Today, applications no longer fit on a single server, but instead run across a number of servers in a datacenter. To ensure each application (e.g. Apache Cassandra™) has the resources it needs, a common approach is to create separate clusters for each application. But what happens when a machine dies in one of these static partitions? Either there is extra capacity available (in which case the machines have been over-provisioned, wasting money), or another machine will need to be provisioned quickly (wasting effort).
The answer lies in datacenter-wide resource scheduling. Machines are the wrong level of abstraction for building and running distributed applications. Aggregating machines and deploying distributed applications datacenter-wide allows the system to be resilient against failure of any one component, including servers, hard drives, and network partitions. If one node crashes, the workloads on that node can be immediately rescheduled to another node, without downtime.
2. Elastic scaling
Fast data workloads can vary considerably over a month, week, day, or even hour. In addition, the volume of data continues to multiply. Based on these two factors, fast data infrastructure must be able to dynamically and automatically scale horizontally (i.e. changing the number of service instances), and vertically (i.e. allocating more or less resources to services), up or down. And so data doesn't get lost, scaling must occur with no downtime.
Elastic Resource Sharing Example
A shared pool of resources across data services facilitates elastic scalability, as workloads can burst into available capacity occupied in the cluster.
3. Storage management
Fast data applications must be able to read and write data from storage in real time. There are many kinds of storage, such as local file systems, volumes, object stores, block devices, and shared, network-attached, or distributed filesystems, to name a few. Each of these storage systems have different characteristics and each data service may require or support a different storage type.
In some cases, the data service by nature is distributed. Most NoSQL databases subscribe to this model and are optimized for a scale out architecture. In these cases, each instance has its own dedicated storage and the application itself has semantics for synchronization of data. For this use case, local, dedicated, persistent storage optimized for performance and resource isolation is key. Local persistent storage is "local" to the node within the cluster and is usually the storage resident within the machine. These disks can be partitioned for specific services and will typically provide the best in terms of performance and data isolation.

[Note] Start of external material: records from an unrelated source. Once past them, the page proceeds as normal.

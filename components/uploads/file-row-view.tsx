import Link from "next/link";
import { Button } from "@/components/ui/button";
import { ProgressBar } from "@/components/ui/progress-bar";
import { Shape, type ShapeName } from "@/components/ui/shapes";
import { routes } from "@/lib/routes";
import type { FileRow, FileRowState } from "./file-row";
import { wordsOf } from "./file-row-words";

export type RowActs = {
  pause(key: string): void;
  carryOn(key: string): void;
  remove(key: string): void;
  /** Opens the choice of a file, for one that was left unfinished. */
  choose(): void;
};

const SHAPES: Partial<Record<FileRowState, { name: ShapeName; look: string }>> = {
  stopped: { name: "offline", look: "text-warn" },
  refused: { name: "triangle", look: "text-bad" },
  taken: { name: "tick", look: "text-met" },
};

const REMOVE_WORDS: Record<FileRowState, string | null> = {
  waiting: "Cancel",
  sending: "Cancel",
  paused: "Cancel",
  stopped: "Cancel",
  checking: null,
  taken: "Put away",
  refused: "Put away",
};

/** One file: its name, how far it is, and what can be done about it. */
export function FileRowView({
  row,
  caseId,
  acts,
}: {
  row: FileRow;
  caseId: string;
  acts: RowActs;
}) {
  const shape = SHAPES[row.state];
  const remove = REMOVE_WORDS[row.state];
  const named = (act: string) => `${act}: ${row.fileName}`;
  return (
    <li className="grid gap-1.5 border-t border-rule px-3.5 py-2.5 first:border-t-0">
      <div className="flex flex-wrap items-start gap-x-3 gap-y-1.5">
        {shape ? <Shape name={shape.name} className={`mt-0.5 shrink-0 ${shape.look}`} /> : null}
        <div className="min-w-0 flex-1 basis-60">
          <p className="text-13 font-medium break-words">{row.fileName}</p>
          <p className="tn text-12 text-ink-2">{wordsOf(row)}</p>
        </div>
        <div className="flex shrink-0 items-center gap-2">
          {row.state === "sending" && (
            <Button small aria-label={named("Pause")} onClick={() => acts.pause(row.key)}>
              Pause
            </Button>
          )}
          {(row.state === "paused" || row.state === "stopped") && (
            <Button
              small
              look="primary"
              aria-label={named(row.needsFile ? "Choose the file" : "Carry on")}
              onClick={() => (row.needsFile ? acts.choose() : acts.carryOn(row.key))}
            >
              {row.needsFile ? "Choose the file" : "Carry on"}
            </Button>
          )}
          {row.state === "taken" && row.imageId && (
            <Link
              className="text-13 text-action underline"
              href={routes.image(caseId, row.imageId)}
            >
              Open {row.imageLabel}
            </Link>
          )}
          {remove && (
            <Button
              small
              look="quiet"
              aria-label={named(remove)}
              onClick={() => acts.remove(row.key)}
            >
              {remove}
            </Button>
          )}
        </div>
      </div>
      {(row.state === "sending" || row.state === "paused") && (
        <ProgressBar label={`Sent of ${row.fileName}`} done={row.sentBytes} of={row.sizeBytes} />
      )}
    </li>
  );
}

The downside to local persistent storage is that it binds the service or container to a specific node.
In other cases, services that can take advantage of a shared backend storage system are better suited for external storage which may be network attached and optimized for sharing between instances. External storage in that case may be implemented in some form of storage fabric, distributed or shared filesystem, object store, or other "storage service."
4. Infrastructure and application-level monitoring & metrics
Collecting metrics is a requirement for any application platform, but it is even more vital for data pipelines and distributed systems because of the interdependent nature of each pipeline component and the many processes distributed across a cluster. Metrics allow operators to analyze issues across the data pipeline, including latency, throughput, and data loss. In addition, metrics allow organizations to gain visibility on infrastructure and application resource utilization, so that they can right size the application and the underlying infrastructure, ensuring optimum resource utilization.
Traditional monitoring tools do not address the specific capabilities and requirements of web scale, fast data environments. With no service-level metrics, operators cannot troubleshoot or monitor performance and/or capacity. Traditional monitoring tools can be adapted, but they require additional operational overhead for distributed applications. If monitoring tools are custom implemented, they require significant upfront and ongoing engineering effort.
To build a robust data pipeline, collect as many metrics as feasible, with sufficient granularity. And to analyze metrics, aggregate data in a central location. But beyond per-process logging and metrics monitoring, building microservices at scale also requires distributed tracing to reconstruct the elaborate journeys that transactions take as they propagate across a distributed system. Distributed tracing has historically been a significant challenge because of a lack of tracing instrumentation, but new tools such as OpenTracing make it much easier.
5. Security & access control
Without platform-level security, businesses are exposed to tremendous risks of downtime and malicious attacks. Independent teams can accidentally alter or destroy services owned by other teams or impact production services.
Traditionally, teams build and maintain separate clusters for their applications including dev, staging, and production. As monolithic applications are rebuilt as microservices and data services, the size and complexity of these clusters continue to grow, siloed by teams and the technology being used. Without multitenancy, running modern applications becomes exponentially complex, because different teams may be using different versions of data services, each configured with hardware expecting peak demand. The result is extremely high operations, infrastructure and cloud costs driven by administration overhead, low utilization, and multiple snowflake implementations (with unique clusters useable for only one purpose).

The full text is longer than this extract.